Et ici je réponds aussi à OLN et aux autres qui se sont démenés par la question, et pour cela je vous fait un tout petit peu d'histoire : je suis traducteur littéraire de français depuis plus de 50 années, et je me suis accoutumé à mettre 'mon auteur' pour parler de la personne qui a écrit le livre que je suis en train de traduire au moment où je parle. Mon auteur, donc, est Renaud Garcia, dont le livre s'appelle _La collapsologie. Ou l'écologie mutilée_, publié en 2020.

Là, Nanon a le dessus parce qu'elle me connaît bien.

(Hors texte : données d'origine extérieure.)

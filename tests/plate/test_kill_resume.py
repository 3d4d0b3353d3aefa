"""A run killed (SIGKILL) or stopped (SIGTERM) at random points and resumed: nothing lost, nothing duplicated, nothing left running."""

from __future__ import annotations

import os
import random
import signal
import subprocess
import sys
import time
import uuid
from pathlib import Path

import pytest

from nmrcheck.plate import ResultsStore


def _stored(out) -> int:
    """Wells with a stored result so far (0 before the database exists)."""
    if not (out / "results.sqlite").exists():
        return 0
    try:
        with ResultsStore(out) as store:
            return len(store.finished())
    except Exception:  # noqa: BLE001 - the run may be creating the database right now
        return 0


def _command(manifest, out, workers):
    return [sys.executable, "-m", "nmrcheck", "plate", "run", str(manifest), "--out", str(out), "--workers", str(workers), "--no-report"]


def _alive_with_tag(tag: str) -> list[int]:
    """Processes (not zombies) whose environment carries ``NMRCHECK_TEST_TAG=tag``: the run and everything it started."""
    needle = f"NMRCHECK_TEST_TAG={tag}".encode()
    found = []
    for entry in os.listdir("/proc"):
        if not entry.isdigit():
            continue
        try:
            env = Path(f"/proc/{entry}/environ").read_bytes()
            state = Path(f"/proc/{entry}/stat").read_text().rsplit(")", 1)[1].split()[0]
        except OSError:
            continue
        if needle in env.split(b"\0") and state != "Z":
            found.append(int(entry))
    return found


def _left_behind(tag: str, wait_s: float = 5.0) -> list[int]:
    deadline = time.monotonic() + wait_s
    while (alive := _alive_with_tag(tag)) and time.monotonic() < deadline:
        time.sleep(0.05)
    return alive


WELLS = tuple(f"{r}{c}" for r in "AB" for c in range(1, 7))


@pytest.fixture
def plate(small_plate, tmp_path):
    """(manifest path, verdicts of an uninterrupted in-process run) for a 12-well plate of short FIDs."""
    from nmrcheck.plate import read_manifest, run_plate
    from nmrcheck.plate.runner import InlineExecutor

    manifest = small_plate(WELLS, points=8192)
    run_plate(read_manifest(manifest), tmp_path / "reference", executor=InlineExecutor())
    with ResultsStore(tmp_path / "reference") as store:
        return manifest, {w: r.verdict for w, r in store.current().items()}


def _start(manifest, out, workers, tag):
    env = dict(os.environ, PYTHONUNBUFFERED="1", NMRCHECK_TEST_TAG=tag)
    return subprocess.Popen(_command(manifest, out, workers), stdout=subprocess.DEVNULL, stderr=subprocess.PIPE, start_new_session=True, env=env, text=True)


def _runs(out) -> int:
    """Runs recorded in the results database so far (0 before it exists)."""
    if not (out / "results.sqlite").exists():
        return 0
    try:
        with ResultsStore(out) as store:
            return len(store.runs())
    except Exception:  # noqa: BLE001 - the run may be creating the database right now
        return 0


def _wait_for(proc, out, target, timeout_s=60.0, runs_before=None):
    """Until ``target`` wells are stored and (with ``runs_before``) the new run has registered itself:
    a run killed before it wrote its run record cannot be marked interrupted later."""
    deadline = time.monotonic() + timeout_s
    while proc.poll() is None and time.monotonic() < deadline and (
            _stored(out) < target or (runs_before is not None and _runs(out) <= runs_before)):
        time.sleep(0.02)


pytestmark = pytest.mark.skipif(not Path("/proc/self/environ").exists(), reason="needs /proc to find processes left behind")


@pytest.mark.slow
@pytest.mark.parametrize("workers", [1, 2])
def test_killed_run_leaves_nothing_running_and_resumes(plate, tmp_path, workers):
    """SIGKILL to the run alone (its workers must go with it), then to the whole process group; then a rerun."""
    plate_manifest, reference = plate
    out = tmp_path / "killed"
    seed = random.randrange(1_000_000)
    rng = random.Random(seed)
    kills = 0
    cut_short = 0  # kills that left wells unscreened (the run cannot have finished)
    for trial in range(2):
        tag = uuid.uuid4().hex
        # At least four wells left when the kill is sent, and a short random delay: on a loaded
        # machine a longer one let the run finish the plate before the kill arrived.
        target = min(_stored(out) + rng.randint(1, 3), len(reference) - 4)
        runs_before = _runs(out)
        proc = _start(plate_manifest, out, workers, tag)
        _wait_for(proc, out, target, runs_before=runs_before)
        time.sleep(rng.uniform(0.0, 0.05))
        if proc.poll() is None:
            if trial == 0:
                os.kill(proc.pid, signal.SIGKILL)
            else:
                os.killpg(proc.pid, signal.SIGKILL)
            kills += 1
        proc.wait(timeout=30)
        proc.stderr.close()
        cut_short += _stored(out) < len(reference)
        assert _left_behind(tag) == [], f"seed {seed}, trial {trial}: processes left behind"
    from nmrcheck.plate import read_manifest, run_plate

    run_plate(read_manifest(plate_manifest), out, workers=workers)
    with ResultsStore(out) as store:
        current = store.current()
        history = store.count_history()
        runs = store.runs()
    assert set(current) == set(reference), f"seed {seed}: wells lost"
    # One transaction per well and resume skipping finished wells: no well is screened twice.
    assert history == len(reference), f"seed {seed}: {history} results recorded for {len(reference)} wells"
    assert {w: r.verdict for w, r in current.items()} == reference, f"seed {seed}"
    assert runs[-1].status == "complete"
    assert kills == 2, f"seed {seed}: only {kills} run(s) were still going when killed"
    # A killed run is marked interrupted by the next run; one that stored its last well in the
    # instant before the kill arrived is rightly 'complete' (its results are all there).
    assert all(r.status in ("interrupted", "complete") for r in runs[:-1]), f"seed {seed}"
    # On a loaded machine the 0-0.15 s before a kill can be enough to finish the plate; every run
    # killed with wells still unscreened must have been marked interrupted.
    assert sum(r.status == "interrupted" for r in runs) >= cut_short, f"seed {seed}: {cut_short} run(s) killed with wells left"
    with ResultsStore(out) as store:
        assert store.integrity_ok()


@pytest.mark.slow
@pytest.mark.parametrize("signum", [signal.SIGTERM])
def test_a_stop_signal_ends_the_run_cleanly(plate, tmp_path, signum):
    plate_manifest, _ = plate
    out = tmp_path / "stopped"
    tag = uuid.uuid4().hex
    proc = _start(plate_manifest, out, 1, tag)
    _wait_for(proc, out, 2)
    assert proc.poll() is None, "the run ended before it could be stopped"
    os.kill(proc.pid, signum)
    _, err = proc.communicate(timeout=30)
    assert proc.returncode == 128 + signum
    lines = [ln for ln in err.splitlines() if ln.startswith("nmrcheck:")]
    assert len(lines) == 1 and signal.Signals(signum).name in lines[0] and str(out) in lines[0], err
    assert "Traceback" not in err
    assert _left_behind(tag) == []
    with ResultsStore(out) as store:
        assert store.runs()[-1].status == "interrupted"
        assert store.count_history() == len(store.finished()) >= 2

Et bien sûr, je m'excuse si je vous ai donné si peu de données (excusez moi aussi de la répétition  ), mais ça m'arrive souvent (Nanon peut le garantir  , aussi).


----------



## Nanon

Mon pauvre @totor, cible de tant de critiques, tu as dû te sentir mis à la question !    Mais merci pour tous ces éléments. C'est sûr que le contexte peut aider, mais @Bezoard et @Piotr Ivanovitch avaient donc eu une intuition correcte.

Effectivement, je connais @totor, spécialiste des auteurs qui aiment bien placer « un bon mot » dans leurs écrits. Traduire de la philo, des sciences sociales ou des propos sur le cinéma n'est pas une mince affaire. Mais que serait notre existence sans problèmes à résoudre ?


----------